Les principales caractéristiques des pièces d’artillerie pour survivre sur le champ de bataille d’aujourd’hui
Paramètres de sauvegarde dans la zone de déploiement des canons
Le moyen de frappe prédominant contre les pièces d’artillerie est les MTO. La notion de précision qui s’applique à ces munitions dépasse celle que l’on conçoit pour les munitions d’artillerie ou aériennes : elles permettent de frapper une partie très précise du système d’arme. Nous sommes entrés dans l’ère de l’ultraprécision. Les MTO FPV (First person view) sont des drones quadricoptères capables de voler à basse vitesse. Ils peuvent viser une partie aussi étroite que le tube ou la culasse (5), ou entrer dans le véhicule. Les munitions rapides, telles que le Lancet, doivent viser une partie plus volumineuse du véhicule, telle que la cabine ou la tourelle. Toutes ces munitions peuvent aisément frapper des véhicules en mouvement. C’est parce qu’obus ou roquettes étaient incapables de poursuivre un objectif mobile qu’il était autrefois essentiel de frapper une pièce aussi vite que possible après l’avoir localisée.
Frapper un objectif avec une MTO offre beaucoup plus d’options, mais leur capacité d’emport en explosif est réduite : la majorité des Lancet n’en contiennent que 3 kg (6). Leur rôle est donc le plus souvent de chercher à provoquer une explosion des munitions transportées par la pièce d’artillerie. Or, au sein d’une force terrestre, peu de véhicules transportent autant d’explosif et de poudre qu’une pièce d’artillerie. Lorsque les munitions transportées détonent, l’explosion est catastrophique ; lorsque seuls les 3 kg de la MTO explosent, les dégâts sont le plus souvent réparables.

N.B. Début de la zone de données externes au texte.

//! `ohmline bench`: measurements of the running service (not tests). With no
//! subcommand (or `bench all`) it runs every measurement below with its
//! defaults and prints one table.
//!
//! - `bench ingest` starts the real HTTP service in this process on a loopback
//!   port over a fresh database of each engine and uploads 2,000-reading CSV
//!   epochs through the real API: first one at a time (throughput), then from
//!   several concurrent uploaders (acknowledgement latency, median and 99th
//!   percentile).
//! - `bench season` uploads a season of forward-modelled epochs for several
//!   lines into a scratch PostgreSQL database, then reprocesses the whole
//!   season of one line and of all lines with 1 and with 2 worker processes
//!   (`ohmline serve --role worker`, one job loop each, spawned from this
//!   binary): wall time, scaling ratio, each worker's peak memory (VmHWM),
//!   and the median inversion seconds per epoch the workers stored.
//! - `bench latency` runs the whole service in this process on SQLite and
//!   measures, for a 96-electrode epoch, the time from its upload to the alert
//!   email written to the outbox (three quiet epochs form the baseline; the
//!   epochs after them carry a conductive block until an alert is emailed).
//! - `bench load` registers many lines in a scratch database of each engine,
//!   starts `ohmline serve --role api` (no job workers: the processing the
//!   uploads queue would run in worker processes) in its own process and
//!   drives it with [`crate::loadgen`]: uploads from every line at a fixed
//!   offered rate plus page and API reads, for a fixed time; it prints the
//!   offered and achieved upload rates, acknowledgement and read latency
//!   (median, 99th percentile) and errors. Rate limits and the backlog bound
//!   are the defaults, raised where the run would reach them (printed).

use std::path::{Path, PathBuf};
use std::process::Stdio;
use std::sync::Arc;
use std::time::{Duration, Instant};

use anyhow::{Context, bail};
use chrono::{TimeZone, Utc};
use clap::{Args, Subcommand};
use ohmline_core::forward::{Forward, ForwardParams, Resistivity};
use ohmline_core::geometry::{LineGeometry, Surface};
use ohmline_core::mesh::{Mesh, MeshParams};
use ohmline_core::model::{Body, ModelDescription};
use ohmline_core::noise::{NoiseParams, add_noise};
use ohmline_core::sequence::{Quadrupole, Sequence};
use tokio::net::TcpListener;

use crate::app::{AppState, serve};
use crate::config::Config;
use crate::db::lines::NewElectrode;
use crate::db::{self, Db};
use crate::loadgen::{add_line, epoch_csv, flat_line, percentile};

/// The default scratch PostgreSQL server.
const DEFAULT_POSTGRES: &str = "postgres://postgres@127.0.0.1:5432/postgres";

/// `ohmline bench [COMMAND]`.
#[derive(Debug, Args)]
pub struct BenchArgs {
    /// One measurement; none runs them all and prints one table.
    #[command(subcommand)]
    pub cmd: Option<BenchCmd>,
}

/// `ohmline bench …`
#[derive(Debug, Subcommand)]
pub enum BenchCmd {
    /// Readings per second and acknowledgement latency of epoch uploads.
    Ingest(IngestArgs),
    /// Whole-season reprocessing with 1 and 2 worker processes (scaling,
    /// peak memory per worker, inversion seconds per epoch).
    Season(SeasonArgs),
    /// Upload-to-alert-email latency of one 96-electrode epoch.
    Latency(LatencyArgs),
    /// Many lines uploading at a fixed rate while pages and the API are read:
    /// throughput, acknowledgement and read latency, errors.
    Load(LoadArgs),
    /// Every measurement with its defaults, one table.
    All(AllArgs),
}

/// Options of `ohmline bench all`.
#[derive(Debug, Args)]
pub struct AllArgs {
    /// PostgreSQL server to create scratch databases on.
    #[arg(long, default_value = DEFAULT_POSTGRES)]
    pub postgres: String,
}

/// Options of `ohmline bench ingest`.
#[derive(Debug, Clone, Args)]
pub struct IngestArgs {
    /// Engines to measure: sqlite, postgres or both (comma-separated).
    #[arg(long, default_value = "sqlite,postgres")]
    pub engines: String,
    /// PostgreSQL server to create a scratch database on.
    #[arg(long, default_value = DEFAULT_POSTGRES)]
    pub postgres: String,
    /// Epochs uploaded one at a time for the throughput figure.
    #[arg(long, default_value_t = 40)]
    pub epochs: usize,
    /// Readings per epoch.
    #[arg(long, default_value_t = 2000)]
    pub readings: usize,
    /// Concurrent uploaders for the latency figure.
    #[arg(long, default_value_t = 8)]
    pub concurrency: usize,
    /// Epochs per uploader in the latency phase.
    #[arg(long, default_value_t = 10)]
    pub per_uploader: usize,
}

Le premier facteur différenciant les pièces d’artillerie est donc désormais leur capacité à se déplacer sans munitions et à pouvoir tirer des munitions prédéployées sur une position de tir par un autre vecteur (7). Certaines pièces – comme le M‑109 ou le CAESAR – sont en mesure de le faire grâce à leur architecture et au nombre de personnels qui les servent, alors que d’autres ne le peuvent pas, comme la plupart des canons automatisés, où l’introduction des munitions dans les systèmes de chargement se fait une par une. Une pièce d’artillerie qui transporte ses munitions et leurs charges est une bombe roulante dont le détonateur est une MTO (8). Si elle transporte 40 obus explosifs, cela représente 320 kg d’explosif et 840 kg de charges propulsives (9), soit près de 400 fois plus de matière active qu’une MTO contenant 3 kg d’explosif.
Le moyen de détection et de localisation des pièces d’artillerie prédominant étant le drone, nous sommes désormais dans l’ère de la transparence du champ de bataille. Ils peuvent être orientés par les radars de trajectographie ou par les capteurs acoustiques après un tir, mais eux seuls sont capables de détecter un canon à tout moment, sans qu’il ait eu à tirer. Ces pièces peuvent certes être détectées par un drone alors qu’elles sont sur la position de tir : la rapidité de sortie de batterie reste donc importante, car elle permet d’empêcher que l’ennemi ait de temps de riposter avec son artillerie. Mais toute pièce qui quitte la position de tir en moins d’une minute après le dernier coup échappe à un tir de contre – batterie classique, si le tir a duré une minute (10).
La fumée des tirs attire souvent l’attention des drones, ce qui fait dire à certains artilleurs qu’il est encore nécessaire de quitter la position de tir aussi rapidement que possible. Mais aujourd’hui, plus que les quelques secondes gagnées à la sortie de batterie, le facteur le plus important est que le canon quitte la position de tir sans aucune munition ni charge à bord.
Puisque le drone peut détecter une pièce à tout moment, d’autres phases de la manœuvre de l’artillerie rendent désormais les canons plus vulnérables : le réapprovisionnement en munitions et en carburant. Certaines pièces d’artillerie mettent jusqu’à 40 minutes pour se réapprovisionner en munitions manuellement ou avec un ravitailleur automatisé. S’il est décidé qu’un CAESAR 6 × 6 emporte ses munitions, il ne faudra qu’une minute à son équipe de pièce pour le réapprovisionner. Cette différence est due au fait que les canons automatisés ne disposent que d’une alvéole de chargement permettant le chargement d’un obus à la fois, alors qu’il est possible de réapprovisionner plusieurs obus en même temps sur les systèmes à casiers latéraux, en fonction du nombre de personnels.